%%

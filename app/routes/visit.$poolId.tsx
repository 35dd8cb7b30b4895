import { useEffect, useState, useSyncExternalStore } from "react";
import { data, redirect, type ShouldRevalidateFunctionArgs, useLocation } from "react-router";
import { requireArea } from "~/.server/guard";
import { activeProducts } from "~/.server/routebook/queries/products";
import { companyPreferences } from "~/.server/settings/queries/company-settings";
import { visitPool } from "~/.server/visits/queries/visit-pool";
import type { ServiceRefusal } from "~/.server/command-result";
import { logVisit } from "~/.server/visits/commands/save-visit";
import { KeptVisitsPanel, NoSignalNotice } from "~/components/visit/kept-visits";
import { type VisitAnswer, VisitForm } from "~/components/visit/visit-form";
import { formatDateTime } from "~/lib/format";
import { formObject } from "~/lib/forms/fields";
import { parseVisitForm, TREATMENT_FIELDS, typedVisit } from "~/lib/forms/visit";
import { useKeptPages } from "~/lib/offline/keep-pages";
import { KEPT_FIELDS, type KeptVisit, keptVisit, keptVisitFrom, typedValuesOf } from "~/lib/offline/kept-visits";
import { sendVisit, useKeptVisitSender } from "~/lib/offline/send-visit";
import { visitPagesFor } from "~/lib/offline/visit-pages";
import { visitTime } from "~/lib/offline/visit-time";
import { idParam, notFoundPage } from "~/lib/route-params";
import type { Route } from "./+types/visit.$poolId";

export const meta: Route.MetaFunction = ({ loaderData }) => [{ title: `Visit ${loaderData?.pool.street ?? "pool"} · Patina` }];

export async function loader({ params, context }: Route.LoaderArgs) {
  const scope = requireArea(context, "visit");
  const poolId = idParam(params, "poolId", "pool");
  const [found, products, prefs] = await Promise.all([visitPool(scope, poolId), activeProducts(scope), companyPreferences(scope)]);
  if (!found) notFoundPage("No pool with that number is on your routes.");
  return {
    ...found,
    products,
    thresholds: prefs.thresholds,
    balanceBand: prefs.balanceBand,
    temperatureUnit: prefs.units === "us" ? ("F" as const) : ("C" as const),
    units: prefs.units,
    currency: prefs.currency,
    timeZone: prefs.timeZone,
    memberId: scope.userId,
    // One key per rendering of the form: a second submit of the same form is recognised and stored once.
    submissionKey: crypto.randomUUID(),
  };
}

export async function action({ request, params, context }: Route.ActionArgs) {
  const scope = requireArea(context, "visit");
  const poolId = idParam(params, "poolId", "pool");
  const raw = formObject(await request.formData(), TREATMENT_FIELDS);
  const parsed = parseVisitForm(raw);
  if (!parsed.ok) return refusedVisit(parsed, raw);
  // A visit kept on the phone without signal is stored at the time it was saved there.
  const result = await logVisit(scope, poolId, parsed.value, visitTime(raw[KEPT_FIELDS.takenAt], new Date()));
  if (!result.ok) return refusedVisit(result, raw);
  throw redirect(`/pools/${result.poolId}?saved=${result.testId}`);
}

/**
 * With the page's script, every visit is kept on the phone first and sent from
 * there (app/lib/offline/send-visit.ts): without signal it waits on the day's
 * list and is sent when the signal returns, with the same submission key.
 */
export async function clientAction({ request, params, serverAction }: Route.ClientActionArgs) {
  const form = await request.clone().formData();
  const visit = keptVisitFrom(form, Number(params.poolId), new Date());
  if (!visit) return serverAction();
  return sendVisit(visit, serverAction, form.get(KEPT_FIELDS.resend) === "1");
}

/**
 * A refused visit, with the values as typed: when the form was posted without
 * the page's script, the page is drawn again from them.
 */
function refusedVisit(refused: Pick<ServiceRefusal, "fieldErrors" | "formError"> & { status?: number }, raw: Record<string, unknown>) {
  return data(
    { ok: false as const, fieldErrors: refused.fieldErrors, formError: refused.formError, values: typedVisit(raw) },
    { status: refused.status ?? 400 },
  );
}

/** After a refused save, keep the form as typed (and its submission key). */
export function shouldRevalidate({ actionResult, defaultShouldRevalidate }: ShouldRevalidateFunctionArgs) {
  return actionResult?.ok === false ? false : defaultShouldRevalidate;
}

/** The kept visit the list's "Fix and save again" opened, once read from the phone; null when none. */
function useVisitToFix(poolId: number): KeptVisit | null | "reading" {
  const fixKey = (useLocation().state as { fixKeptVisit?: unknown } | null)?.fixKeptVisit;
  const [visit, setVisit] = useState<KeptVisit | null | "reading">(typeof fixKey === "string" ? "reading" : null);
  useEffect(() => {
    if (typeof fixKey !== "string") return;
    let current = true;
    keptVisit(fixKey).then(
      (found) => current && setVisit(found && found.poolId === poolId ? found : null),
      () => current && setVisit(null),
    );
    return () => {
      current = false;
    };
  }, [fixKey, poolId]);
  return visit;
}

const neverChanges = () => () => {};
const newKey = () => crypto.randomUUID();

export default function VisitPool({ loaderData, actionData }: Route.ComponentProps) {
  const { pool, lastTest, products, thresholds, balanceBand, temperatureUnit, units, currency, timeZone, memberId } = loaderData;
  // The page may come from the phone's copy, drawn with an earlier key: each opening of the form takes a
  // new one in the browser (the server's key stays until hydration is done, and for a post without script).
  const [opened, setOpened] = useState(() => ({ poolId: pool.id, key: newKey() }));
  if (opened.poolId !== pool.id) setOpened({ poolId: pool.id, key: newKey() });
  const hydrated = useSyncExternalStore(neverChanges, () => true, () => false);
  const submissionKey = hydrated ? opened.key : loaderData.submissionKey;
  useKeptVisitSender(memberId);
  useKeptPages(visitPagesFor([pool.id], false));
  const toFix = useVisitToFix(pool.id);
  const answered = actionData && "fieldErrors" in actionData ? (actionData as VisitAnswer) : undefined;
  const fixing = toFix !== null && toFix !== "reading" ? toFix : null;
  const answer: VisitAnswer | undefined =
    answered ??
    (fixing?.answer
      ? { fieldErrors: fixing.answer.fieldErrors, formError: fixing.answer.formError, values: typedValuesOf(fixing, TREATMENT_FIELDS) }
      : undefined);
  const label = `${pool.street} · ${pool.customerName}`;
  return (
    <div className="mx-auto max-w-xl space-y-4">
      <NoSignalNotice />
      {fixing ? null : <KeptVisitsPanel memberId={memberId} timeZone={timeZone} poolId={pool.id} />}
      <div>
        <p className="text-sm text-muted">
          {pool.accountCode} · {pool.routeName ?? "no route"}
        </p>
        <h1 className="text-2xl font-semibold tracking-tight">{pool.street}</h1>
        <p className="mb-4 text-muted">
          {pool.customerName}
          {lastTest ? ` · last test ${formatDateTime(lastTest.sampledAt, timeZone)}` : " · first visit on record"}
        </p>
        {toFix === "reading" ? (
          <p className="text-muted">Opening the visit kept on this phone…</p>
        ) : (
          <VisitForm
            key={fixing ? fixing.key : pool.id}
            submissionKey={fixing ? fixing.key : submissionKey}
            products={products}
            thresholds={thresholds}
            balanceBand={balanceBand}
            temperatureUnit={temperatureUnit}
            dosing={{ volumeLitres: pool.volumeLitres, units, currency }}
            answer={answer}
            keptAs={{ poolLabel: label, memberId, takenAt: fixing?.fields.find(([name]) => name === KEPT_FIELDS.takenAt)?.[1] }}
          />
        )}
      </div>
    </div>
  );
}

export { ErrorPanel as ErrorBoundary } from "~/components/error-panel";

%%

Quote each line of the listing above exactly.

filename app/routes/visit.$poolId.tsx
repository 35dd8cb7b30b4895
import { useEffect, useState, useSyncExternalStore } from "react";
import { data, redirect, type ShouldRevalidateFunctionArgs, useLocation } from "react-router";
import { requireArea } from "~/.server/guard";
import { activeProducts } from "~/.server/routebook/queries/products";
import { companyPreferences } from "~/.server/settings/queries/company-settings";
import { visitPool } from "~/.server/visits/queries/visit-pool";
import type { ServiceRefusal } from "~/.server/command-result";
import { logVisit } from "~/.server/visits/commands/save-visit";
import { KeptVisitsPanel, NoSignalNotice } from "~/components/visit/kept-visits";
import { type VisitAnswer, VisitForm } from "~/components/visit/visit-form";
import { formatDateTime } from "~/lib/format";
import { formObject } from "~/lib/forms/fields";
import { parseVisitForm, TREATMENT_FIELDS, typedVisit } from "~/lib/forms/visit";
import { useKeptPages } from "~/lib/offline/keep-pages";
import { KEPT_FIELDS, type KeptVisit, keptVisit, keptVisitFrom, typedValuesOf } from "~/lib/offline/kept-visits";
import { sendVisit, useKeptVisitSender } from "~/lib/offline/send-visit";
import { visitPagesFor } from "~/lib/offline/visit-pages";
import { visitTime } from "~/lib/offline/visit-time";
import { idParam, notFoundPage } from "~/lib/route-params";
import type { Route } from "./+types/visit.$poolId";

export const meta: Route.MetaFunction = ({ loaderData }) => [{ title: `Visit ${loaderData?.pool.street ?? "pool"} · Patina` }];

export async function loader({ params, context }: Route.LoaderArgs) {
  const scope = requireArea(context, "visit");
  const poolId = idParam(params, "poolId", "pool");
  const [found, products, prefs] = await Promise.all([visitPool(scope, poolId), activeProducts(scope), companyPreferences(scope)]);
  if (!found) notFoundPage("No pool with that number is on your routes.");
  return {
    ...found,
    products,
    thresholds: prefs.thresholds,
    balanceBand: prefs.balanceBand,
    temperatureUnit: prefs.units === "us" ? ("F" as const) : ("C" as const),
    units: prefs.units,
    currency: prefs.currency,
    timeZone: prefs.timeZone,
    memberId: scope.userId,
    // One key per rendering of the form: a second submit of the same form is recognised and stored once.
    submissionKey: crypto.randomUUID(),
  };
}

export async function action({ request, params, context }: Route.ActionArgs) {
  const scope = requireArea(context, "visit");
  const poolId = idParam(params, "poolId", "pool");
  const raw = formObject(await request.formData(), TREATMENT_FIELDS);
  const parsed = parseVisitForm(raw);
  if (!parsed.ok) return refusedVisit(parsed, raw);
  // A visit kept on the phone without signal is stored at the time it was saved there.
  const result = await logVisit(scope, poolId, parsed.value, visitTime(raw[KEPT_FIELDS.takenAt], new Date()));
  if (!result.ok) return refusedVisit(result, raw);
  throw redirect(`/pools/${result.poolId}?saved=${result.testId}`);
}

/**
 * With the page's script, every visit is kept on the phone first and sent from
 * there (app/lib/offline/send-visit.ts): without signal it waits on the day's
 * list and is sent when the signal returns, with the same submission key.
 */
export async function clientAction({ request, params, serverAction }: Route.ClientActionArgs) {
  const form = await request.clone().formData();
  const visit = keptVisitFrom(form, Number(params.poolId), new Date());
  if (!visit) return serverAction();
  return sendVisit(visit, serverAction, form.get(KEPT_FIELDS.resend) === "1");
}

/**
 * A refused visit, with the values as typed: when the form was posted without
 * the page's script, the page is drawn again from them.
 */
function refusedVisit(refused: Pick<ServiceRefusal, "fieldErrors" | "formError"> & { status?: number }, raw: Record<string, unknown>) {
  return data(
    { ok: false as const, fieldErrors: refused.fieldErrors, formError: refused.formError, values: typedVisit(raw) },
    { status: refused.status ?? 400 },
  );
}

/** After a refused save, keep the form as typed (and its submission key). */
export function shouldRevalidate({ actionResult, defaultShouldRevalidate }: ShouldRevalidateFunctionArgs) {
  return actionResult?.ok === false ? false : defaultShouldRevalidate;
}

/** The kept visit the list's "Fix and save again" opened, once read from the phone; null when none. */
function useVisitToFix(poolId: number): KeptVisit | null | "reading" {
  const fixKey = (useLocation().state as { fixKeptVisit?: unknown } | null)?.fixKeptVisit;
  const [visit, setVisit] = useState<KeptVisit | null | "reading">(typeof fixKey === "string" ? "reading" : null);
  useEffect(() => {
    if (typeof fixKey !== "string") return;
    let current = true;
    keptVisit(fixKey).then(
      (found) => current && setVisit(found && found.poolId === poolId ? found : null),
      () => current && setVisit(null),
    );
    return () => {
      current = false;
    };
  }, [fixKey, poolId]);
  return visit;
}

const neverChanges = () => () => {};
const newKey = () => crypto.randomUUID();

export default function VisitPool({ loaderData, actionData }: Route.ComponentProps) {
  const { pool, lastTest, products, thresholds, balanceBand, temperatureUnit, units, currency, timeZone, memberId } = loaderData;
  // The page may come from the phone's copy, drawn with an earlier key: each opening of the form takes a
  // new one in the browser (the server's key stays until hydration is done, and for a post without script).
  const [opened, setOpened] = useState(() => ({ poolId: pool.id, key: newKey() }));
  if (opened.poolId !== pool.id) setOpened({ poolId: pool.id, key: newKey() });
  const hydrated = useSyncExternalStore(neverChanges, () => true, () => false);
  const submissionKey = hydrated ? opened.key : loaderData.submissionKey;
  useKeptVisitSender(memberId);
  useKeptPages(visitPagesFor([pool.id], false));
  const toFix = useVisitToFix(pool.id);
  const answered = actionData && "fieldErrors" in actionData ? (actionData as VisitAnswer) : undefined;
  const fixing = toFix !== null && toFix !== "reading" ? toFix : null;
  const answer: VisitAnswer | undefined =
    answered ??
    (fixing?.answer
      ? { fieldErrors: fixing.answer.fieldErrors, formError: fixing.answer.formError, values: typedValuesOf(fixing, TREATMENT_FIELDS) }
      : undefined);
  const label = `${pool.street} · ${pool.customerName}`;
  return (
    <div className="mx-auto max-w-xl space-y-4">
      <NoSignalNotice />
      {fixing ? null : <KeptVisitsPanel memberId={memberId} timeZone={timeZone} poolId={pool.id} />}
      <div>
        <p className="text-sm text-muted">
          {pool.accountCode} · {pool.routeName ?? "no route"}
        </p>
        <h1 className="text-2xl font-semibold tracking-tight">{pool.street}</h1>
        <p className="mb-4 text-muted">
          {pool.customerName}
          {lastTest ? ` · last test ${formatDateTime(lastTest.sampledAt, timeZone)}` : " · first visit on record"}
        </p>
        {toFix === "reading" ? (
          <p className="text-muted">Opening the visit kept on this phone…</p>
        ) : (
          <VisitForm
            key={fixing ? fixing.key : pool.id}
            submissionKey={fixing ? fixing.key : submissionKey}
            products={products}
            thresholds={thresholds}
            balanceBand={balanceBand}
            temperatureUnit={temperatureUnit}
            dosing={{ volumeLitres: pool.volumeLitres, units, currency }}
            answer={answer}
            keptAs={{ poolLabel: label, memberId, takenAt: fixing?.fields.find(([name]) => name === KEPT_FIELDS.takenAt)?.[1] }}
          />
        )}
      </div>
    </div>
  );
}

export { ErrorPanel as ErrorBoundary } from "~/components/error-panel";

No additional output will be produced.